Saved entries
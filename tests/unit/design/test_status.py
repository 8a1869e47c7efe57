"""A pose without an answer is not a number and says why; never one without the other."""

from __future__ import annotations

import numpy as np
import pytest

from linkcalc.design.answer import StrokeAnswer, quantities
from linkcalc.mechanics.state import Status
from tests.unit.design.models import LEVER, ask
from tests.unit.mechanics.linkages import FourBar, SliderCrank

BEYOND = FourBar(60, 40, 55, 50)
"""Its crank goes up to 119.2 degrees."""


def consistent(answer: StrokeAnswer) -> None:
    """Every array of forces is a number where the status is fine, and nowhere else; places where there is a pose."""
    fine = answer.status == Status.FINE
    for name in ("effort", "force", "moment", "axial"):
        values = getattr(answer, name)
        wanted = np.broadcast_to(fine, values.shape)
        np.testing.assert_array_equal(np.isfinite(values), wanted, err_msg=name)
    posed = ~np.isin(answer.status[:1], [Status.NOT_DRAWN, Status.OUT_OF_REACH, Status.BRANCH_LOST])
    for name in ("x", "y", "turn"):
        values = getattr(answer, name)
        np.testing.assert_array_equal(np.isfinite(values), np.broadcast_to(posed, values.shape), err_msg=name)


def test_poses_beyond_the_limit_of_motion() -> None:
    answer = ask(BEYOND.text('[stroke]\nturn = "crank"\nto = 100'), at=np.radians([80, 125, 90]))
    assert answer.status[0, 0].tolist() == [Status.FINE, Status.OUT_OF_REACH, Status.FINE]
    consistent(answer)


def test_a_pose_in_a_dead_point_of_the_effort() -> None:
    text = LEVER.replace('square_to = ["hand", "A"]', "direction = -90")
    answer = ask(text.replace("to = 70", "to = 100"), at=np.radians([60, 90, 100]))
    assert answer.status[0, 0].tolist() == [Status.FINE, Status.DEAD_POINT, Status.FINE]
    consistent(answer)


def test_copies_that_fail_in_several_ways() -> None:
    text = BEYOND.text('[stroke]\nturn = "crank"\nto = 115\nposes = 9')
    answer = ask(text, sizes={"coupler": np.array([0.04, 0.3, 0.03]), "rocker": np.array([0.055, 0.055, 0.04])})
    assert (answer.status[0, 0] == Status.FINE).all()
    assert (answer.status[0, 1] == Status.NOT_DRAWN).all()
    assert answer.status[0, 2, 0] == Status.FINE and answer.status[0, 2, -1] != Status.FINE
    consistent(answer)


@pytest.mark.parametrize("status", Status)
def test_every_status_says_what_it_means(status: Status) -> None:
    assert len(status.text) > 3 and status.text == status.text.strip()


def test_every_array_has_the_axes_that_it_says() -> None:
    answer = ask(
        SliderCrank(40, 130).text(
            '[stroke]\nturn = "crank"\nto = 90\nposes = 5\n[cases.a]\n[cases.b]\nscale = { load = 2 }'
        )
    )
    sizes = {"one": 1, "case": 2, "variant": 1, "pose": 5, "xy": 2, "bearing": len(answer.bearings),
             "two-force member": len(answer.two_force), "rope": len(answer.ropes), "member": 3}  # fmt: skip
    for name, meta in quantities(answer).items():
        known = [axis for axis in meta["axes"] if axis in sizes]
        assert len(known) == len(meta["axes"]), f"{name} has an axis of an unknown name"
        assert getattr(answer, name).shape == tuple(sizes[axis] for axis in meta["axes"]), name


def test_names_that_are_not_there_say_which_are() -> None:
    answer = ask(LEVER)
    with pytest.raises(KeyError, match="A on lever"):
        answer.force_on("A", "handle")
    with pytest.raises(KeyError, match="known: A"):
        answer.joint_force("Z")
    with pytest.raises(KeyError, match="none"):
        answer.axial_in("lever")
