"""Requirements are judged at their worst pose over all cases, on the right side, and at the place they name."""

from __future__ import annotations

import numpy as np
import pytest

from linkcalc import Faults
from linkcalc.design.answer import StrokeAnswer, Verdict
from tests.unit.design.models import FOUR_BAR, LEVER, PRESS, ask

EXACT = 1e-12
"""Relative: formulas of a lever, a few roundings."""


def judged(text: str, requirement: str, **more: object) -> Verdict:
    (verdict,) = ask(f'{text}\n[requirements]\nit = "{requirement}"\n', **more).verdicts
    assert verdict.text == requirement
    return verdict


def lever(degrees: float) -> float:
    """[N] effort of the lever"""
    return float(200 * np.cos(np.radians(degrees)))


@pytest.mark.parametrize(
    ("requirement", "worst", "place"),
    [
        ("effort <= 197 N", lever(10), 10),
        ("effort < 197 N", lever(10), 10),
        ("effort >= 60 N", lever(70), 70),
        ("effort > 60 N", lever(70), 70),
        ("effort >= 60 N at start", lever(10), 10),
        ("effort <= 100 N at end", lever(70), 70),
        ("effort <= 130 N at 60 deg", lever(60), 60),
        ("effort <= 130 N at 60", lever(60), 60),
        ("force ratio >= 3", 600 / lever(10), 10),
        ("force ratio <= 9", 600 / lever(70), 70),
        ("ideal ratio >= 3", 600 / lever(10), 10),
        ("load <= 0.6 kN", 600, None),
        ("load >= 600 N", 600, None),
    ],
)
def test_what_holds_and_where_it_is_worst(requirement: str, worst: float, place: float | None) -> None:
    verdict = judged(LEVER, requirement)
    assert verdict.holds
    assert verdict.worst == pytest.approx(worst, rel=EXACT)
    if place is not None:
        assert np.degrees(verdict.drive) == pytest.approx(place, abs=1e-9)


@pytest.mark.parametrize(
    "requirement",
    [
        "effort <= 196 N", "effort >= 70 N", "effort >= 200 N at start", "effort <= 60 N at end",
        "effort <= 90 N at 60 deg", "force ratio >= 3.1", "force ratio <= 8", "load <= 599 N", "load > 600 N",
        "load < 600 N",
    ],
)  # fmt: skip
def test_what_fails(requirement: str) -> None:
    answer = ask(f'{LEVER}\n[requirements]\nit = "{requirement}"\n')
    assert not answer.verdicts[0].holds and not answer.holds


@pytest.mark.parametrize(("relation", "holds"), [("<=", True), (">=", True), ("<", False), (">", False)])
def test_a_limit_that_is_just_met(relation: str, holds: bool) -> None:
    """To rounding: the worst value of a formula is never the printed one to the last bit."""
    limit = lever(10) if relation in ("<=", "<") else lever(70)
    assert judged(LEVER, f"effort {relation} {limit!r} N").holds == holds


@pytest.mark.parametrize("sign", [1, -1])
def test_sizes_are_judged_whichever_sense_they_have(sign: int) -> None:
    """An effort that pulls is as large as one that pushes; a torque against the clock as one with it."""
    text = LEVER.replace("size = 600", f"size = {sign * 600}")
    assert judged(text, "effort <= 197 N").worst == pytest.approx(lever(10), rel=EXACT)
    assert not judged(text, "effort <= 196 N").holds
    assert judged(text, "load <= 600 N").holds


def test_an_effort_that_changes_its_sense_is_smallest_at_nothing() -> None:
    """cos(a) passes through zero at 90 degrees: no effort of 1 N is kept up throughout."""
    text = LEVER.replace("to = 70", "to = 120")
    verdict = judged(text, "effort >= 1 N")
    assert not verdict.holds
    assert verdict.worst == pytest.approx(0.0, abs=1e-8)
    assert np.degrees(verdict.drive) == pytest.approx(90.0, abs=1e-7)


def test_a_ratio_without_bound_fails_an_upper_limit_only() -> None:
    text = PRESS.replace("to = 5", "to = -40")
    assert not judged(text, "force ratio <= 1000").holds
    assert judged(text, "force ratio <= 1000").worst == np.inf


def test_a_ratio_at_least_so_large_is_judged_on_both_sides_of_a_dead_point() -> None:
    """Beyond the dead point of a press the knee must be held back: its ratio is minus there, and no ratio of 0.2."""
    text = PRESS.replace("to = 5", "to = -40")
    assert not judged(text, "force ratio >= 0.2").holds
    assert judged(text.replace("to = -40", "to = 1"), "force ratio >= 0.2").holds


@pytest.mark.parametrize(
    ("requirement", "worst"),
    [
        ("force at A on lever <= 800 N", 794.7055850502293),
        ("force at A on ground <= 800 N", 794.7055850502293),
        ("force at A <= 800 N", 794.7055850502293),
    ],
)
def test_forces_of_a_joint(requirement: str, worst: float) -> None:
    """The pivot carries the load, plumb, and the effort P square to the lever at a: root of (600 + P cos a)^2 +
    (P sin a)^2, largest at 10 degrees."""
    p, a = lever(10), np.radians(10)
    by_hand = np.hypot(600 + p * np.cos(a), p * np.sin(a))
    assert by_hand == pytest.approx(worst, rel=EXACT)
    assert judged(LEVER, requirement).worst == pytest.approx(by_hand, rel=EXACT)


def test_tension_and_compression_are_the_two_senses_of_a_link() -> None:
    """A coupler that is pulled with 43.3 N at most, and pushed with 100.2 N at most: each limit has its own side."""
    answer = ask(FOUR_BAR, poses=2001)
    pulled, pushed = float(answer.axial.max()), float(-answer.axial.min())
    assert pulled > 0 and pushed > 0
    assert judged(FOUR_BAR, "tension in coupler <= 1 kN").worst == pytest.approx(pulled, rel=1e-6)
    assert judged(FOUR_BAR, "compression in coupler <= 1 kN").worst == pytest.approx(pushed, rel=1e-6)
    assert judged(FOUR_BAR, f"tension in coupler <= {pulled * 1.01!r} N").holds
    assert not judged(FOUR_BAR, f"tension in coupler <= {pulled * 0.99!r} N").holds
    assert not judged(FOUR_BAR, f"compression in coupler <= {pushed * 0.99!r} N").holds


def test_travel_is_the_largest_way_from_the_start() -> None:
    """The hand, 300 mm out, turned by 60 degrees: a chord of 300 mm. The knee pressed flat: the toggle grows to 200."""
    assert judged(LEVER, "travel of hand <= 301 mm").worst == pytest.approx(0.3, rel=EXACT)
    assert not judged(LEVER, "travel of hand >= 301 mm").holds
    assert judged(PRESS.replace("to = 5", "to = -40"), "travel of way >= 99 mm").worst == pytest.approx(0.1, rel=1e-9)


CASES = """
[cases.light]
scale = { load = 0.5 }
[cases.heavy]
scale = { load = 1.5 }
[cases.usual]
"""


def test_the_worst_case_is_the_one_that_is_judged() -> None:
    high, low = judged(LEVER + CASES, "effort <= 300 N"), judged(LEVER + CASES, "effort >= 10 N")
    assert (high.case, low.case) == ("heavy", "light")
    assert high.worst == pytest.approx(1.5 * lever(10), rel=EXACT)
    assert low.worst == pytest.approx(0.5 * lever(70), rel=EXACT)
    assert judged(LEVER + CASES, "effort <= 300 N at end").case == "heavy"
    assert judged(LEVER + CASES, "effort >= 10 N at start").case == "light"


def test_one_case_alone_is_judged_alone() -> None:
    verdict = judged(LEVER + CASES, "effort <= 100 N", case="light")
    assert verdict.case == "light" and verdict.holds


def test_several_requirements_in_the_order_of_the_file() -> None:
    text = LEVER + '[requirements]\nsecond = "effort <= 1 N"\nfirst = "load <= 1 kN"\n'
    answer: StrokeAnswer = ask(text)
    assert [(v.name, v.holds) for v in answer.verdicts] == [("second", False), ("first", True)]
    assert not answer.holds


def test_without_a_stroke_the_drawing_pose_is_judged() -> None:
    text = LEVER.partition("[stroke]")[0]
    verdict = judged(text, "effort <= 197 N")
    assert verdict.worst == pytest.approx(lever(10), rel=EXACT)
    assert np.isnan(verdict.drive)


@pytest.mark.parametrize(
    ("requirement", "told"),
    [
        ("force at Z <= 1 N", "Z"),
        ("force at A on handle <= 1 N", "handle"),
        ("moment at A <= 1 N*m", "'A' takes no moment"),
        ("tension in lever <= 1 N", "lever is no two-force member"),
        ("effort <= 1 N at 200 deg", "200 deg is outside the stroke"),
        ("travel of Z <= 1 mm", "Z"),
    ],
)
def test_what_is_not_there_cannot_be_required(requirement: str, told: str) -> None:
    with pytest.raises(Faults, match=told) as faults:
        judged(LEVER, requirement)
    assert str(faults.value.faults[0].item[:2]) == "('requirements', 'it')"


def test_a_pose_without_an_answer_is_no_pass() -> None:
    """Required at the very dead point of the effort: there is no number, so it does not hold."""
    text = LEVER.replace('square_to = ["hand", "A"]', "direction = -90").replace("to = 70", "to = 90")
    verdict = judged(text, "effort <= 1 MN at end")
    assert not verdict.holds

◆ **AIM OF THE EXERCISE**:
Nothing but the lines from the one with "deg is outside" through the last line of the entries should be repeated, and those exactly.

◆ **SOLUTION FOR THIS EXERCISE**:
        ("effort <= 1 N at 200 deg", "200 deg is outside the stroke"),
        ("travel of Z <= 1 mm", "Z"),
    ],
)
def test_what_is_not_there_cannot_be_required(requirement: str, told: str) -> None:
    with pytest.raises(Faults, match=told) as faults:
        judged(LEVER, requirement)
    assert str(faults.value.faults[0].item[:2]) == "('requirements', 'it')"


def test_a_pose_without_an_answer_is_no_pass() -> None:
    """Required at the very dead point of the effort: there is no number, so it does not hold."""
    text = LEVER.replace('square_to = ["hand", "A"]', "direction = -90").replace("to = 70", "to = 90")
    verdict = judged(text, "effort <= 1 MN at end")
    assert not verdict.holds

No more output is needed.